Mohammed noted the positive developments in perceptions of sexual violence, stating, “Sexual violence in conflict is no longer seen as merely a women’s issue or a lesser evil in a false hierarchy of human rights violations. Instead, it is rightly viewed as a legitimate threat to security and durable peace that requires an operational security and justice response.”

She also acknowledged the UN’s own mishaps in responding to sexual abuse allegations by peacekeeping forces but vowed to tackle the challenge and make zero tolerance “a reality.”

In 2015, cases of sexual abuse by French peacekeeping troops in the Central African Republic sparked global outrage, while a Swedish investigative team found that the UN continues to neglect survivors.

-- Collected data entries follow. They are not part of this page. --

#include "rigs/virtual-board/board.hpp"

#include <elf.h>
#include <link.h>

#include <array>
#include <cstring>
#include <utility>

#include "rigs/virtual-board/paced_line.hpp"

namespace halflsb::board {

namespace {

// The kit's functions carry no context, as in a firmware: what they act on is global.
struct State {
    std::vector<std::unique_ptr<OfferedFilter>> filters;
    std::vector<halflsb_filter> offered;
    halflsb_setting average{};
    AverageSetting* average_setting = nullptr;
    std::int32_t unread_points = 0;
    halflsb_board board{};
    std::vector<std::uint8_t> build_id, written;
    std::string serial;
    std::uint64_t blocks = 0, samples = 0, resets = 0;
    std::string running_filter;
};
State state;

template <std::size_t number>
struct Row {
    static void reset() {
        ++state.resets;
        state.running_filter = state.filters[number]->parts().name;
        state.filters[number]->reset();
    }
    static void process(const void* in, void* out, std::uint16_t count) {
        ++state.blocks;
        state.samples += count;
        state.filters[number]->process(in, out, count);
    }
    static std::uint16_t process_rate(const void* in, void* out, std::uint16_t count) {
        ++state.blocks;
        state.samples += count;
        return state.filters[number]->process_rate(in, out, count);
    }
    static int load(std::uint8_t table, std::uint16_t offset, const std::int32_t* values, std::uint8_t count) {
        return state.filters[number]->load(table, offset, values, count) ? 1 : 0;
    }
    static halflsb_filter offer() {
        const FilterParts& parts = state.filters[number]->parts();
        const auto channels = static_cast<std::uint8_t>(parts.channel_count());
        return {parts.name.c_str(),
                HALFLSB_CALL,
                parts.format,
                parts.format,
                channels,
                channels,
                parts.tables,
                reset,
                process,
                load,
                parts.up,
                parts.down,
                parts.process_rate ? process_rate : nullptr};
    }
};

template <std::size_t... numbers>
halflsb_filter offer(std::size_t number, std::index_sequence<numbers...>) {
    constexpr std::array<halflsb_filter (*)(), sizeof...(numbers)> offers = {Row<numbers>::offer...};
    return offers[number]();
}

std::uint32_t ticks() { return static_cast<std::uint32_t>(now_ns() & 0xFFFFFFFF); }

void write(const std::uint8_t* bytes, std::size_t count) {
    state.written.insert(state.written.end(), bytes, bytes + count);
}

int build_id_of(dl_phdr_info* image, std::size_t, void* to) {
    for (int i = 0; i < image->dlpi_phnum; ++i) {
        if (image->dlpi_phdr[i].p_type != PT_NOTE) continue;
        const auto* at = reinterpret_cast<const char*>(image->dlpi_addr + image->dlpi_phdr[i].p_vaddr);
        const char* end = at + image->dlpi_phdr[i].p_memsz;
        while (at + sizeof(ElfW(Nhdr)) <= end) {
            ElfW(Nhdr) note;
            std::memcpy(&note, at, sizeof note);
            const char* name = at + sizeof note;
            const char* value = name + (note.n_namesz + 3u) / 4u * 4u;
            if (note.n_type == NT_GNU_BUILD_ID && note.n_namesz == 4 && std::memcmp(name, "GNU", 4) == 0) {
                static_cast<std::vector<std::uint8_t>*>(to)->assign(value, value + note.n_descsz);
                return 1;
            }
            at = value + (note.n_descsz + 3u) / 4u * 4u;
        }
    }
    return 1;  // the first image is the program itself; the others are libraries
}

}  // namespace

Board::Board(const Options& options, std::vector<FilterParts> chosen, AverageSetting& average, const Faults& faults) {
    for (FilterParts& parts : chosen)
        state.filters.push_back(std::make_unique<OfferedFilter>(std::move(parts), faults));
    for (std::size_t i = 0; i < state.filters.size(); ++i) {
        state.offered.push_back(offer(i, std::make_index_sequence<most_filters>{}));
    }
    if (options.build_id) {
        state.build_id = *options.build_id;
    } else {
        dl_iterate_phdr(build_id_of, &state.build_id);
    }
    if (faults.line.wrong_build_id) {
        if (state.build_id.empty()) state.build_id.resize(20);
        for (std::uint8_t& byte : state.build_id) byte = static_cast<std::uint8_t>(~byte);
    }
    state.serial = options.serial;
    state.average_setting = &average;
    state.average = {"average-points", 1, average_points_most, &average.points,
                     [] { state.average_setting->changed(); }};
    if (faults.settings_ignored) {
        state.unread_points = average.points;
        state.average.value = &state.unread_points;
        state.average.changed = nullptr;
    }
    state.board.build_id = state.build_id.data();
    state.board.build_id_bytes = static_cast<std::uint8_t>(state.build_id.size());
    state.board.serial = state.serial.c_str();
    state.board.filters = state.offered.data();
    state.board.filter_count = static_cast<std::uint8_t>(state.offered.size());
    state.board.settings = &state.average;
    state.board.setting_count = 1;
    state.board.tick_hz = 1'000'000'000;
    state.board.tick_bits = 32;
    state.board.ticks = ticks;
    state.board.write = write;
    state.board.block_samples = options.block_samples;
    state.board.credit_blocks = options.credit_blocks;
}

Board::~Board() { state = State{}; }

void Board::start() { halflsb_start(&state.board); }

void Board::receive(const std::uint8_t* bytes, std::size_t count) {
    for (const std::uint8_t* end = bytes + count; bytes != end; ++bytes) halflsb_receive_byte(*bytes);
}

bool Board::poll() { return halflsb_poll() != 0; }
std::vector<std::uint8_t>& Board::written() { return state.written; }
std::uint64_t Board::blocks() const { return state.blocks; }
std::uint64_t Board::samples() const { return state.samples; }
std::uint64_t Board::resets() const { return state.resets; }
const std::string& Board::running_filter() const { return state.running_filter; }

}  // namespace halflsb::board
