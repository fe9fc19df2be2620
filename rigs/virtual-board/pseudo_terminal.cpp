#include "rigs/virtual-board/pseudo_terminal.hpp"

#include <fcntl.h>
#include <stdlib.h>
#include <sys/inotify.h>
#include <sys/ioctl.h>
#include <sys/stat.h>
#include <termios.h>
#include <unistd.h>

#include <array>
#include <cerrno>
#include <cstdio>
#include <cstring>

namespace halflsb::board {

namespace {

std::string failed(const std::string& what) { return what + ": " + std::strerror(errno); }

}  // namespace

std::string PseudoTerminal::open(const std::string& link) {
    board_side_ = ::posix_openpt(O_RDWR | O_NOCTTY | O_CLOEXEC | O_NONBLOCK);
    if (board_side_ < 0 || ::grantpt(board_side_) != 0 || ::unlockpt(board_side_) != 0) {
        return failed("no pseudo-terminal");
    }
    std::array<char, 128> name{};
    if (::ptsname_r(board_side_, name.data(), name.size()) != 0) return failed("the pseudo-terminal has no name");
    device_ = name.data();
    host_side_ = ::open(device_.c_str(), O_RDWR | O_NOCTTY | O_CLOEXEC);
    termios settings{};
    if (host_side_ < 0 || ::tcgetattr(host_side_, &settings) != 0) return failed(device_);
    ::cfmakeraw(&settings);  // a new one would rewrite line ends and echo
    if (::tcsetattr(host_side_, TCSANOW, &settings) != 0) return failed(device_);
    closings_ = ::inotify_init1(IN_NONBLOCK | IN_CLOEXEC);
    if (closings_ >= 0) ::inotify_add_watch(closings_, device_.c_str(), IN_CLOSE);
    if (link.empty()) return "";

    struct stat there {};
    if (::lstat(link.c_str(), &there) == 0 && !S_ISLNK(there.st_mode)) {
        return link + ": is there already and is no symbolic link; name another --link";
    }
    const std::string fresh = link + ".new";
    ::unlink(fresh.c_str());
    if (::symlink(device_.c_str(), fresh.c_str()) != 0 || ::rename(fresh.c_str(), link.c_str()) != 0) {
        return failed(link);
    }
    link_ = link;
    return "";
}

void PseudoTerminal::forget_claim() const {
    alignas(inotify_event) std::array<char, 4096> events;
    while (::read(closings_, events.data(), events.size()) > 0) {
    }
    ::ioctl(host_side_, TIOCNXCL);
}

PseudoTerminal::~PseudoTerminal() {
    // Another board may have taken the name over meanwhile: only our own link is removed.
    std::array<char, 128> target{};
    if (!link_.empty() && ::readlink(link_.c_str(), target.data(), target.size() - 1) > 0 && device_ == target.data()) {
        ::unlink(link_.c_str());
    }
    if (closings_ >= 0) ::close(closings_);
    if (host_side_ >= 0) ::close(host_side_);
    if (board_side_ >= 0) ::close(board_side_);
}

}  // namespace halflsb::board
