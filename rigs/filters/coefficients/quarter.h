/* Written by make.py: 24-tap low-pass for each fourth sample */
#ifndef BOARD_COEFFICIENTS_QUARTER_H
#define BOARD_COEFFICIENTS_QUARTER_H

#include <stdint.h>

#define QUARTER_TAPS 24
static const int16_t quarter_taps[QUARTER_TAPS] = { /* Q15 */
    24, -22, -117, -271, -420, -404, -28, 837, 2156, 3693,
    5063, 5873, 5873, 5063, 3693, 2156, 837, -28, -404, -420,
    -271, -117, -22, 24};

#endif
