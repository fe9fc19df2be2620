// A pseudo-terminal that stays: the board's side is open for as long as the program runs, hosts come and go.
#pragma once

#include <string>

namespace halflsb::board {

class PseudoTerminal {
public:
    PseudoTerminal() = default;
    ~PseudoTerminal();
    PseudoTerminal(const PseudoTerminal&) = delete;
    PseudoTerminal& operator=(const PseudoTerminal&) = delete;

    /// "" or what went wrong. `link`: a symbolic link to make, removed at the end; "" for none. An old link of that
    /// name is replaced, anything else is not.
    std::string open(const std::string& link);
    /// The board's side; does not block.
    int descriptor() const { return board_side_; }
    const std::string& device() const { return device_; }

    /// Readable when a host has closed the device; -1 when the system cannot tell.
    int closings() const { return closings_; }
    /// Takes back a host's claim (TIOCEXCL), which would outlive it because the device stays open here.
    void forget_claim() const;

private:
    int board_side_ = -1, closings_ = -1;
    int host_side_ = -1;  // held open: without it the board's side reports an error between two hosts
    std::string device_, link_;
};

}  // namespace halflsb::board
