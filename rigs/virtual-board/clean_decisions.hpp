// The filters of rigs/filters that are one of the others with another decision about arithmetic: what each computes is
// written for a plan in rigs/cw-7/exact. They are a set of their own, "decisions", and not among "all": their only
// faults are those of any filter and of the line.
#pragma once

#include <vector>

#include "rigs/virtual-board/clean_filters.hpp"

namespace halflsb::board {

std::vector<FilterParts> decision_filters();

/// Those of all_filters, then these, then those of clean_rates.hpp.
std::vector<FilterParts> every_filter(const TableFaults& faults, AverageSetting& setting);

}  // namespace halflsb::board
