// The filters of rigs/filters with their tables and state, each as a row of functions that the board can offer and that
// faults can be put around. They are parameters of the CW-7 checkweigher and a few plain averages.
#pragma once

#include <cstdint>
#include <functional>
#include <limits>
#include <memory>
#include <string>
#include <vector>

#include "rigs/kit/halflsb_kit.h"
#include "rigs/virtual-board/arithmetic_variants.hpp"
#include "rigs/virtual-board/sample_words.hpp"

namespace halflsb::board {

enum class FilterKind {
    average,
    adjustable_average,
    symmetric_fir,
    asymmetric_fir,
    biquad_q15,
    biquad_q31,
    biquad_f32,
    one_pole,
    dc_blocker,
    comb,
    channels,  ///< several, each with a filter of its own
    decision,  ///< of clean_decisions.hpp
    rate,      ///< of clean_rates.hpp
};

/// How the firmware came by its coefficients.
struct TableFaults {
    bool truncated = false;   ///< C03: cast instead of rounded
    bool a1_flipped = false;  ///< C07: the sign of a1 as the design program has it
    bool reversed = false;    ///< C10: taps in the wrong order of time
    bool any() const { return truncated || a1_flipped || reversed; }
};

struct FilterParts {
    std::string name;
    std::string what = {};  ///< for people: what it computes, and how it rounds
    FilterKind kind = FilterKind::average;
    Format format = HALFLSB_Q15;  ///< in and out
    std::uint8_t tables = 0;
    std::function<void()> reset, reset_half;
    std::function<void(const void* in, void* out, std::uint16_t count)> process;
    /// In the place of `process` where the rate changes: of `down` samples come `up`. One channel, no variant.
    std::function<std::uint16_t(const void* in, void* out, std::uint16_t count)> process_rate = {};
    std::uint16_t up = 1, down = 1;
    std::function<bool(std::uint8_t table, std::uint16_t offset, const std::int32_t* values, std::uint8_t count)> load;
    /// The same filter with a change of its arithmetic; reads the same tables. Empty for float.
    std::function<std::unique_ptr<CodeFilter>(const Deviation&)> variant;
    /// Of a filter of several channels that of each, in order: they share their state with the functions above, which
    /// act on all (but for reset_half and variant, which are empty).
    std::vector<FilterParts> channels = {};
    bool channels_alike = false;

    std::size_t channel_count() const { return channels.empty() ? 1 : channels.size(); }
};

/// Window of the filter "average", which the setting "average-points" changes.
inline constexpr std::int32_t average_points_most = 256;
struct AverageSetting {
    std::int32_t points = 16;
    std::function<void()> changed;
};

/// In the order in which the board numbers them when it offers all.
std::vector<FilterParts> all_filters(const TableFaults& faults, AverageSetting& setting);

/// What a table's `load` does: false when the values do not fit the table or its words.
template <typename Word>
bool load_words(Word* table, std::size_t size, std::uint16_t offset, const std::int32_t* values, std::uint8_t count) {
    if (std::size_t{offset} + count > size) return false;
    for (int i = 0; i < count; ++i) {
        if (values[i] < std::numeric_limits<Word>::min() || values[i] > std::numeric_limits<Word>::max()) return false;
    }
    for (int i = 0; i < count; ++i) table[offset + i] = static_cast<Word>(values[i]);
    return true;
}

}  // namespace halflsb::board
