// The loop between the pseudo-terminal and the board, in the time of the line.
#pragma once

#include <string>

#include "rigs/virtual-board/board.hpp"
#include "rigs/virtual-board/pseudo_terminal.hpp"

namespace halflsb::board {

/// From here on SIGTERM, SIGINT and SIGHUP end serve(), SIGUSR1 writes the statistics; until serve() runs they wait.
void take_signals();

/// Until a signal, or until an unplug fault. "" or what went wrong.
std::string serve(const PseudoTerminal& terminal, Board& board, const Options& options, const Faults& faults);

}  // namespace halflsb::board
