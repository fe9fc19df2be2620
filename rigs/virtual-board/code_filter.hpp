// A filter that takes one code and gives one: the form in which faults are put around and into filters. A code is the
// raw integer of a sample; of f32, its bits.
#pragma once

#include <cstdint>

namespace halflsb::board {

class CodeFilter {
public:
    virtual ~CodeFilter() = default;
    virtual void reset() = 0;
    /// The reset of a firmware that clears only the first half of its state.
    virtual void reset_half() = 0;
    virtual std::int32_t step(std::int32_t x) = 0;
    /// Before the first sample of each block.
    virtual void begin_block() {}
};

}  // namespace halflsb::board
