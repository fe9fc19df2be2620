#include "rigs/virtual-board/clean_recursive.hpp"

#include <algorithm>
#include <utility>

#include "rigs/filters/comb.h"
#include "rigs/filters/dc_blocker.h"
#include "rigs/filters/one_pole.h"

namespace halflsb::board {

namespace {

constexpr std::uint8_t level_shift = 4;
constexpr std::int16_t drain_leak_q15 = 128;
constexpr std::size_t echo_delay_samples = 24;
constexpr comb_q15_coefficients echo_coefficients_q14 = {8192, 4096, 4096};

template <typename Filter>
auto process_of(std::shared_ptr<Filter> filter,
                void (*process)(Filter*, const std::int16_t*, std::int16_t*, std::uint16_t)) {
    return [filter, process](const void* in, void* out, std::uint16_t count) {
        process(filter.get(), static_cast<const std::int16_t*>(in), static_cast<std::int16_t*>(out), count);
    };
}

}  // namespace

FilterParts level(std::string name, bool rounds) {
    auto s = std::make_shared<one_pole_q15>();
    one_pole_q15_init(s.get(), level_shift);
    FilterParts parts;
    parts.name = std::move(name);
    parts.kind = FilterKind::one_pole;
    parts.reset = [s] { one_pole_q15_reset(s.get()); };
    parts.reset_half = [s] { s->state &= ~0xFFFF; };  // its upper half stays
    parts.process = process_of(s, rounds ? one_pole_q15_process_rounded : one_pole_q15_process);
    return parts;
}

FilterParts drain(std::string name) {
    auto s = std::make_shared<dc_blocker_q15>();
    dc_blocker_q15_init(s.get(), drain_leak_q15);
    FilterParts parts;
    parts.name = std::move(name);
    parts.kind = FilterKind::dc_blocker;
    parts.reset = [s] { dc_blocker_q15_reset(s.get()); };
    parts.reset_half = [s] { s->state = 0; };  // not the previous sample
    parts.process = process_of(s, dc_blocker_q15_process);
    return parts;
}

FilterParts echo_comb(std::string name) {
    struct Storage {
        comb_q15_coefficients table = echo_coefficients_q14;
        std::vector<std::int16_t> past_in = std::vector<std::int16_t>(echo_delay_samples), past_out = past_in;
        comb_q15 filter{};
    };
    auto s = std::make_shared<Storage>();
    comb_q15_init(&s->filter, &s->table, s->past_in.data(), s->past_out.data(), echo_delay_samples);
    FilterParts parts;
    parts.name = std::move(name);
    parts.kind = FilterKind::comb;
    parts.tables = 1;
    parts.reset = [s] { comb_q15_reset(&s->filter); };
    parts.reset_half = [s] {
        std::fill(s->past_in.begin(), s->past_in.end(), std::int16_t{0});
        s->filter.position = 0;
    };
    parts.process = process_of(std::shared_ptr<comb_q15>(s, &s->filter), comb_q15_process);
    parts.load = [s](std::uint8_t, std::uint16_t offset, const std::int32_t* values, std::uint8_t count) {
        return load_words(&s->table.direct, 3, offset, values, count);  // three words without gaps
    };
    return parts;
}

FilterParts channels_of(std::string name, std::vector<FilterParts> channels, bool alike) {
    FilterParts parts;
    parts.name = std::move(name);
    parts.kind = FilterKind::channels;
    parts.format = channels.at(0).format;
    parts.channels_alike = alike;
    parts.channels = std::move(channels);
    parts.reset = [each = parts.channels] {
        for (const FilterParts& channel : each) channel.reset();
    };
    parts.process = [each = parts.channels](const void* in, void* out, std::uint16_t count) {
        const std::size_t word = word_bytes(each[0].format);
        const auto* from = static_cast<const std::uint8_t*>(in);
        auto* to = static_cast<std::uint8_t*>(out);
        for (; count > 0; --count) {
            for (const FilterParts& channel : each) {
                channel.process(from, to, 1);
                from += word;
                to += word;
            }
        }
    };
    return parts;
}

}  // namespace halflsb::board
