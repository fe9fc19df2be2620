// One direction of a serial line, in time: a start bit, eight data bits and a stop bit for each byte. Bytes are counted
// on one clock, so late wake-ups do not add up; time without a byte is idle.
#pragma once

#include <cstddef>
#include <cstdint>

namespace halflsb::board {

/// Nanoseconds of a monotonic clock.
using Nanoseconds = std::int64_t;
Nanoseconds now_ns();

class PacedLine {
public:
    /// baud 0: as fast as it goes.
    explicit PacedLine(std::uint32_t baud) : baud_(baud) {}

    bool is_paced() const { return baud_ != 0; }
    /// How many bytes have had the time to pass since the last that did.
    std::size_t due(Nanoseconds now) const;
    void passed(std::size_t bytes);
    /// There was nothing to pass: the next byte begins at `now` or later.
    void idle(Nanoseconds now);
    /// When `bytes` more will have passed.
    Nanoseconds time_of(std::size_t bytes) const;

    std::uint64_t bytes() const { return bytes_; }
    Nanoseconds idle_ns() const { return idle_ns_; }

private:
    static constexpr Nanoseconds ten_seconds_ns = 10'000'000'000;
    static constexpr std::int64_t bits_per_byte_ns = ten_seconds_ns;  // 10 bits x 1e9 ns

    std::uint32_t baud_;
    Nanoseconds base_ns_ = 0;
    std::int64_t since_base_ = 0;  // bytes
    std::uint64_t bytes_ = 0;
    Nanoseconds idle_ns_ = 0;
};

}  // namespace halflsb::board
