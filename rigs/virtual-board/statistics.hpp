// What the board saw, as JSON.
#pragma once

#include <cstdint>
#include <string>
#include <vector>

#include "rigs/virtual-board/paced_line.hpp"

namespace halflsb::board {

/// How long each direction of a paced line had been idle: nothing to take, nothing to send.
struct LineIdle {
    Nanoseconds in_ns = 0, out_ns = 0;
};

/// The blocks between two resets of a filter.
struct Stretch {
    std::string filter;
    std::uint64_t blocks = 0, samples = 0;
    Nanoseconds first_ns = 0, last_ns = 0;  ///< when the first and the last block had arrived
    LineIdle idle_first, idle_last;

    double seconds() const { return static_cast<double>(last_ns - first_ns) * 1e-9; }
    /// Of the time between the first and the last block.
    double input_idle_share() const { return share(idle_last.in_ns - idle_first.in_ns); }
    double output_idle_share() const { return share(idle_last.out_ns - idle_first.out_ns); }
    double share(Nanoseconds idle) const {
        return last_ns > first_ns ? static_cast<double>(idle) / static_cast<double>(last_ns - first_ns) : 0.0;
    }
};

class Statistics {
public:
    void reset(const std::string& filter);
    void block(std::uint64_t samples, Nanoseconds now, const LineIdle& idle);

    std::uint64_t blocks() const { return blocks_; }
    std::uint64_t samples() const { return samples_; }
    /// Stretches with at least one block, the last 1000.
    const std::vector<Stretch>& stretches() const { return stretches_; }

private:
    std::vector<Stretch> stretches_;
    std::uint64_t blocks_ = 0, samples_ = 0;
    std::string filter_;
    bool begins_ = true;
};

struct Account {
    std::string device;
    std::uint32_t baud = 0;
    std::vector<std::string> faults;
    std::uint64_t bytes_in = 0, bytes_out = 0;
};

std::string statistics_json(const Account& account, const Statistics& statistics);
/// Writes beside the file and renames. "" or what went wrong.
std::string write_statistics(const std::string& path, const std::string& json);

}  // namespace halflsb::board
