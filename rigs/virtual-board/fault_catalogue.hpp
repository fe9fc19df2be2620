// Every fault that the virtual board can show, by name.
#pragma once

#include <string>
#include <string_view>
#include <vector>

#include "rigs/virtual-board/clean_filters.hpp"
#include "rigs/virtual-board/line_faults.hpp"
#include "rigs/virtual-board/passage_faults.hpp"

namespace halflsb::board {

/// All faults of one board together.
struct Faults {
    TableFaults tables;
    Deviation deviation;
    std::vector<PassageFault> passage;
    LineFaults line;
    std::vector<std::string> names;  ///< as given
};

/// Which filters a fault can be seen in.
enum class Shows {
    any_filter,
    line,
    fixed_average,
    tie,
    sum_or_product,
    product,
    quantised_table,
    biquad,
    feedback,
    asymmetric_fir
};
bool shows_in(Shows shows, FilterKind kind);

struct FaultEntry {
    std::string_view id, alias;  ///< alias "" when there is none
    std::string_view argument;   ///< "", "N" or "N:MS"
    std::string_view what;
    Shows shows;
    void (*put)(Faults& faults, std::uint64_t n, std::uint32_t ms);
};
const std::vector<FaultEntry>& fault_catalogue();

/// Adds the fault that `text` ("A01", "truncation", "flip-byte=1000") names. "" or what is wrong with it.
std::string add_fault(std::string_view text, const std::vector<FilterParts>& chosen, Faults& faults);

/// One line a fault: name, alias, what it does, in which of the filters it can be seen.
std::string fault_list(const std::vector<FilterParts>& filters);

/// The word of `words` with the fewest edits from `word`.
std::string_view nearest(std::string_view word, const std::vector<std::string_view>& words);

}  // namespace halflsb::board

Jaf told IPS that without accountability and justice, including in the case of peacekeepers, the issue of conflict-related sexual violence will not be resolved.

She added that humanitarian responders must be trained to cope with such sensitive issues, recounting the case of a woman who did not report a sexual assault due to her discomfort in speaking to a male translator, and gender equality must continue to be promoted.

“Sexual violence in conflict does not happen in a vacuum. This is the result of systematic failure by the international community to address the root causes of conflict, gender inequality and impunity,” Jaf stated.